Assigned task
Reproduce word for word the lines between those holding "def trust_roots(keys: Path)" and "for number in", inclusive, and nothing else from the data below.

Data to use
"""A sealing identity of an invented organisation, drawn pages, and the programs of others that read them."""

from __future__ import annotations

import os
import shutil
import subprocess
from collections.abc import Callable
from datetime import UTC, datetime
from io import BytesIO
from pathlib import Path

import pytest
from reportlab.pdfgen.canvas import Canvas

from fieldlog.reports import fonts, pdfa, seal

SEALED_AT = datetime(2026, 10, 12, 14, 5, 37, tzinfo=UTC)
RECORDS = b'{"entries":["first entry","second entry"],"format":2}'
FACTS = pdfa.DocumentFacts("Visit of 12 October <2026> & report", "Reedbank Fire Protection", SEALED_AT)

Run = Callable[..., subprocess.CompletedProcess[str]]


@pytest.fixture(scope="session")
def run_program() -> Run:
    """Run a program of others; where it is missing, skip, but fail in CI, which has to have it."""

    def run(*command: str | Path) -> subprocess.CompletedProcess[str]:
        if shutil.which(str(command[0])) is None:
            missing = f"{command[0]} is not installed"
            if os.environ.get("CI") == "true":
                pytest.fail(missing)
            pytest.skip(missing)
        return subprocess.run(command, capture_output=True, text=True, check=False, timeout=60)

    return run


@pytest.fixture(scope="session")
def preflight(run_program: Run) -> Run:
    """Run PDFBox Preflight, which judges PDF/A-1b, on a file."""
    folder = Path("/usr/share/java")
    names = (
        "preflight", "xmpbox", "pdfbox2", "fontbox2", "commons-logging", "commons-io",
        "javax.activation", "jaxb-api",
    )  # fmt: skip
    jars = [folder / f"{name}.jar" for name in names]

    def run(path: Path) -> subprocess.CompletedProcess[str]:
        if not all(jar.is_file() for jar in jars) and os.environ.get("CI") != "true":
            pytest.skip("PDFBox Preflight is not installed")
        class_path = ":".join(map(str, jars))
        return run_program("java", "-cp", class_path, "org.apache.pdfbox.preflight.Validator_A1b", path)

    return run


@pytest.fixture(scope="session")
def identity() -> seal.SealingIdentity:
    return seal.make_sealing_identity("Reedbank Fire Protection", SEALED_AT)


@pytest.fixture(scope="session")
def keys(identity: seal.SealingIdentity, tmp_path_factory: pytest.TempPathFactory) -> Path:
    folder = tmp_path_factory.mktemp("instance") / "keys"
    seal.write_identity(folder, identity)
    return folder


@pytest.fixture(scope="session")
def signer(keys: Path) -> seal.Signer:
    return seal.load_signer(keys)


@pytest.fixture(scope="session")
def trust_roots(keys: Path) -> seal.TrustRoots:
    return seal.load_trust_roots(keys)


@pytest.fixture(scope="session")
def drawn() -> bytes:
    """Two drawn pages, not yet archival."""
    output = BytesIO()
    canvas = Canvas(output, pageCompression=1, initialFontName=fonts.REGULAR, lang="en")
    for number in (2, 3):
        canvas.setFont(fonts.BOLD, 14)
        canvas.drawString(72, 700, f"Sheet {number}: residual ≥ 54 psi, Δ −6 psi")
        canvas.setFillColorRGB(0.05, 0.31, 0.36)
        canvas.rect(72, 500, 200, 120, stroke=0, fill=1)
        canvas.showPage()
    canvas.save()
    return output.getvalue()


@pytest.fixture(scope="session")
def archival(drawn: bytes) -> bytes:
    return pdfa.archival_pdf(drawn, FACTS, RECORDS)


@pytest.fixture(scope="session")
def sealed(archival: bytes, signer: seal.Signer) -> bytes:
    return seal.seal(archival, signer, SEALED_AT, reason="Report of a visit")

Task response
def trust_roots(keys: Path) -> seal.TrustRoots:
    return seal.load_trust_roots(keys)


@pytest.fixture(scope="session")
def drawn() -> bytes:
    """Two drawn pages, not yet archival."""
    output = BytesIO()
    canvas = Canvas(output, pageCompression=1, initialFontName=fonts.REGULAR, lang="en")
    for number in (2, 3):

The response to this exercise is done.